**Data to process**:

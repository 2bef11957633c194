"""Shared helpers for the core tests: call the JSON boundary strictly."""

from __future__ import annotations

import copy
import json

import pytest

from tamis import api


def _refuse_constant(name):
    raise AssertionError(f"non-standard JSON constant {name} in output")


def call_api(op: str, **fields) -> dict:
    """Send ``{"schema": 1, "op": op, ...fields}`` through ``tamis.api.handle`` and
    parse the answer strictly (no NaN/Infinity allowed in the output)."""
    out = api.handle(json.dumps({"schema": 1, "op": op, "id": 1, **fields}))
    assert isinstance(out, str)
    return json.loads(out, parse_constant=_refuse_constant)


def dicts_with(obj, keys: set):
    """Every dict inside a JSON value (depth first) that holds all of ``keys``."""
    if isinstance(obj, dict):
        if keys <= obj.keys():
            yield obj
        for v in obj.values():
            yield from dicts_with(v, keys)
    elif isinstance(obj, list):
        for v in obj:
            yield from dicts_with(v, keys)


def mass_test(retained: dict, dry_mass_g: float, pan_g: float = 0.0, washed_dry_mass_g=None, **more) -> dict:
    """A masses-form test from ``{opening_mm: retained_g}``."""
    t = {"sieves": [{"opening_mm": d, "retained_g": r} for d, r in retained.items()],
         "pan_g": pan_g, "dry_mass_g": dry_mass_g}
    if washed_dry_mass_g is not None:
        t["washed_dry_mass_g"] = washed_dry_mass_g
    t.update(more)
    return t


#: A constructed example (not from a published source, worked by hand): ASTM sieves 3/4 in .. No. 200, washed.
EXAMPLE_29 = mass_test({19.0: 0.0, 12.5: 45.2, 9.5: 60.1, 4.75: 180.3, 2.36: 210.4, 1.18: 230.6, 0.6: 250.2,
                        0.3: 240.5, 0.15: 160.3, 0.075: 55.8}, 1500.0, pan_g=5.1, washed_dry_mass_g=1440.0)


@pytest.fixture
def call():
    return call_api


# Malformed inputs shared by test_api.py and test_cli.py: (name, request text, code, field).
def _grad(mutate) -> str:
    t = copy.deepcopy(EXAMPLE_29)
    mutate(t)
    return json.dumps({"schema": 1, "op": "gradation", "id": 3, "test": t})


def _passing(points) -> str:
    return json.dumps({"schema": 1, "op": "gradation", "test": {
        "passing": [{"opening_mm": d, "passing_pct": p} for d, p in points]}})


CASES = [
    ("not json", '{"schema": 1, "op": "gradation", "test": {', "bad_json", ""),
    ("not an object", '[{"op": "gradation"}]', "not_an_object", ""),
    ("unknown op", '{"schema": 1, "op": "sieve_everything", "test": {}}', "unknown_op", "op"),
    ("test not an object", '{"schema": 1, "op": "gradation", "test": [1, 2]}', "not_an_object", "test"),
    ("missing test", '{"schema": 1, "op": "gradation"}', "missing_field", "test"),
    ("missing sieves", '{"schema": 1, "op": "gradation", "test": {"dry_mass_g": 5}}', "missing_field",
     "test.sieves"),
    ("missing retained", _grad(lambda t: t["sieves"][1].pop("retained_g")), "missing_field",
     "test.sieves[1].retained_g"),
    ("text mass", _grad(lambda t: t["sieves"][1].update(retained_g="45.2")), "not_a_number",
     "test.sieves[1].retained_g"),
    ("bool mass", _grad(lambda t: t.update(dry_mass_g=True)), "not_a_number", "test.dry_mass_g"),
    ("NaN mass", _grad(lambda t: None).replace('"pan_g": 5.1', '"pan_g": NaN'), "not_finite", ""),
    ("negative mass", _grad(lambda t: t["sieves"][4].update(retained_g=-3.0)), "negative_mass",
     "test.sieves[4].retained_g"),
    ("zero dry mass", _grad(lambda t: t.update(dry_mass_g=0.0)), "zero_dry_mass", "test.dry_mass_g"),
    ("duplicate opening", _grad(lambda t: t["sieves"][2].update(opening_mm=12.5)), "duplicate_opening",
     "test.sieves[2].opening_mm"),
    ("washed > dry", _grad(lambda t: t.update(washed_dry_mass_g=1500.5)), "washed_exceeds_dry",
     "test.washed_dry_mass_g"),
    ("retained > mass", _grad(lambda t: t["sieves"][9].update(retained_g=500.0)), "retained_exceeds_mass",
     "test.sieves[9].retained_g"),
    ("one sieve", _grad(lambda t: t.update(sieves=t["sieves"][:1])), "too_few_points", "test.sieves"),
    ("unknown sieve", _grad(lambda t: t["sieves"][0].update(opening_mm=None, sieve="No. 999")),
     "unknown_sieve", "test.sieves[0].sieve"),
    ("passing over 100", _passing([(4.75, 100.5), (0.075, 3.0)]), "passing_out_of_range",
     "test.passing[0].passing_pct"),
    ("passing rises", _passing([(4.75, 90.0), (0.425, 40.0), (0.075, 41.0)]), "passing_rises",
     "test.passing[2].passing_pct"),
    ("cumulative decreases", json.dumps({"schema": 1, "op": "gradation", "test": {
        "entry": "cumulative", "dry_mass_g": 100.0, "pan_g": 1.0, "sieves": [
            {"opening_mm": 4.75, "cumulative_retained_g": 10.0},
            {"opening_mm": 0.425, "cumulative_retained_g": 9.0}]}}), "cumulative_decreases",
     "test.sieves[1].cumulative_retained_g"),
    ("evaluate bad base", json.dumps({"schema": 1, "op": "evaluate", "sample": EXAMPLE_29,
                                      "base": {"passing": [{"opening_mm": 1, "passing_pct": -1},
                                                           {"opening_mm": 0.1, "passing_pct": 0}]}}),
     "passing_out_of_range", "base.passing[0].passing_pct"),
    ("evaluate bad band", json.dumps({"schema": 1, "op": "evaluate", "sample": EXAMPLE_29,
                                      "band": {"name": "x", "limits": [{"opening_mm": 4.75, "min_pct": 90,
                                                                        "max_pct": 80}]}}),
     "band_inverted", "band.limits[0].min_pct"),
    ("evaluate missing sample", '{"schema": 1, "op": "evaluate"}', "missing_field", "sample"),
    ("evaluate pi > ll", json.dumps({"schema": 1, "op": "evaluate", "sample": dict(
        EXAMPLE_29, plasticity={"liquid_limit": 20, "plasticity_index": 25})}), "pi_exceeds_ll",
     "sample.plasticity.plasticity_index"),
]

**Problem description**:
Transcribe the material exactly, so that no line is lost or altered.

**Written solution**:
repository 2bef11957633c194
"""Shared helpers for the core tests: call the JSON boundary strictly."""

from __future__ import annotations

import copy
import json

import pytest

from tamis import api


def _refuse_constant(name):
    raise AssertionError(f"non-standard JSON constant {name} in output")


def call_api(op: str, **fields) -> dict:
    """Send ``{"schema": 1, "op": op, ...fields}`` through ``tamis.api.handle`` and
    parse the answer strictly (no NaN/Infinity allowed in the output)."""
    out = api.handle(json.dumps({"schema": 1, "op": op, "id": 1, **fields}))
    assert isinstance(out, str)
    return json.loads(out, parse_constant=_refuse_constant)


def dicts_with(obj, keys: set):
    """Every dict inside a JSON value (depth first) that holds all of ``keys``."""
    if isinstance(obj, dict):
        if keys <= obj.keys():
            yield obj
        for v in obj.values():
            yield from dicts_with(v, keys)
    elif isinstance(obj, list):
        for v in obj:
            yield from dicts_with(v, keys)


def mass_test(retained: dict, dry_mass_g: float, pan_g: float = 0.0, washed_dry_mass_g=None, **more) -> dict:
    """A masses-form test from ``{opening_mm: retained_g}``."""
    t = {"sieves": [{"opening_mm": d, "retained_g": r} for d, r in retained.items()],
         "pan_g": pan_g, "dry_mass_g": dry_mass_g}
    if washed_dry_mass_g is not None:
        t["washed_dry_mass_g"] = washed_dry_mass_g
    t.update(more)
    return t


#: A constructed example (not from a published source, worked by hand): ASTM sieves 3/4 in .. No. 200, washed.
EXAMPLE_29 = mass_test({19.0: 0.0, 12.5: 45.2, 9.5: 60.1, 4.75: 180.3, 2.36: 210.4, 1.18: 230.6, 0.6: 250.2,
                        0.3: 240.5, 0.15: 160.3, 0.075: 55.8}, 1500.0, pan_g=5.1, washed_dry_mass_g=1440.0)


@pytest.fixture
def call():
    return call_api


# Malformed inputs shared by test_api.py and test_cli.py: (name, request text, code, field).
def _grad(mutate) -> str:
    t = copy.deepcopy(EXAMPLE_29)
    mutate(t)
    return json.dumps({"schema": 1, "op": "gradation", "id": 3, "test": t})


def _passing(points) -> str:
    return json.dumps({"schema": 1, "op": "gradation", "test": {
        "passing": [{"opening_mm": d, "passing_pct": p} for d, p in points]}})


CASES = [
    ("not json", '{"schema": 1, "op": "gradation", "test": {', "bad_json", ""),
    ("not an object", '[{"op": "gradation"}]', "not_an_object", ""),
    ("unknown op", '{"schema": 1, "op": "sieve_everything", "test": {}}', "unknown_op", "op"),
    ("test not an object", '{"schema": 1, "op": "gradation", "test": [1, 2]}', "not_an_object", "test"),
    ("missing test", '{"schema": 1, "op": "gradation"}', "missing_field", "test"),
    ("missing sieves", '{"schema": 1, "op": "gradation", "test": {"dry_mass_g": 5}}', "missing_field",
     "test.sieves"),
    ("missing retained", _grad(lambda t: t["sieves"][1].pop("retained_g")), "missing_field",
     "test.sieves[1].retained_g"),
    ("text mass", _grad(lambda t: t["sieves"][1].update(retained_g="45.2")), "not_a_number",
     "test.sieves[1].retained_g"),
    ("bool mass", _grad(lambda t: t.update(dry_mass_g=True)), "not_a_number", "test.dry_mass_g"),
    ("NaN mass", _grad(lambda t: None).replace('"pan_g": 5.1', '"pan_g": NaN'), "not_finite", ""),
    ("negative mass", _grad(lambda t: t["sieves"][4].update(retained_g=-3.0)), "negative_mass",
     "test.sieves[4].retained_g"),
    ("zero dry mass", _grad(lambda t: t.update(dry_mass_g=0.0)), "zero_dry_mass", "test.dry_mass_g"),
    ("duplicate opening", _grad(lambda t: t["sieves"][2].update(opening_mm=12.5)), "duplicate_opening",
     "test.sieves[2].opening_mm"),
    ("washed > dry", _grad(lambda t: t.update(washed_dry_mass_g=1500.5)), "washed_exceeds_dry",
     "test.washed_dry_mass_g"),
    ("retained > mass", _grad(lambda t: t["sieves"][9].update(retained_g=500.0)), "retained_exceeds_mass",
     "test.sieves[9].retained_g"),
    ("one sieve", _grad(lambda t: t.update(sieves=t["sieves"][:1])), "too_few_points", "test.sieves"),
    ("unknown sieve", _grad(lambda t: t["sieves"][0].update(opening_mm=None, sieve="No. 999")),
     "unknown_sieve", "test.sieves[0].sieve"),
    ("passing over 100", _passing([(4.75, 100.5), (0.075, 3.0)]), "passing_out_of_range",
     "test.passing[0].passing_pct"),
    ("passing rises", _passing([(4.75, 90.0), (0.425, 40.0), (0.075, 41.0)]), "passing_rises",
     "test.passing[2].passing_pct"),
    ("cumulative decreases", json.dumps({"schema": 1, "op": "gradation", "test": {
        "entry": "cumulative", "dry_mass_g": 100.0, "pan_g": 1.0, "sieves": [
            {"opening_mm": 4.75, "cumulative_retained_g": 10.0},
            {"opening_mm": 0.425, "cumulative_retained_g": 9.0}]}}), "cumulative_decreases",
     "test.sieves[1].cumulative_retained_g"),
    ("evaluate bad base", json.dumps({"schema": 1, "op": "evaluate", "sample": EXAMPLE_29,
                                      "base": {"passing": [{"opening_mm": 1, "passing_pct": -1},
                                                           {"opening_mm": 0.1, "passing_pct": 0}]}}),
     "passing_out_of_range", "base.passing[0].passing_pct"),
    ("evaluate bad band", json.dumps({"schema": 1, "op": "evaluate", "sample": EXAMPLE_29,
                                      "band": {"name": "x", "limits": [{"opening_mm": 4.75, "min_pct": 90,
                                                                        "max_pct": 80}]}}),
     "band_inverted", "band.limits[0].min_pct"),
    ("evaluate missing sample", '{"schema": 1, "op": "evaluate"}', "missing_field", "sample"),
    ("evaluate pi > ll", json.dumps({"schema": 1, "op": "evaluate", "sample": dict(
        EXAMPLE_29, plasticity={"liquid_limit": 20, "plasticity_index": 25})}), "pi_exceeds_ll",
     "sample.plasticity.plasticity_index"),
]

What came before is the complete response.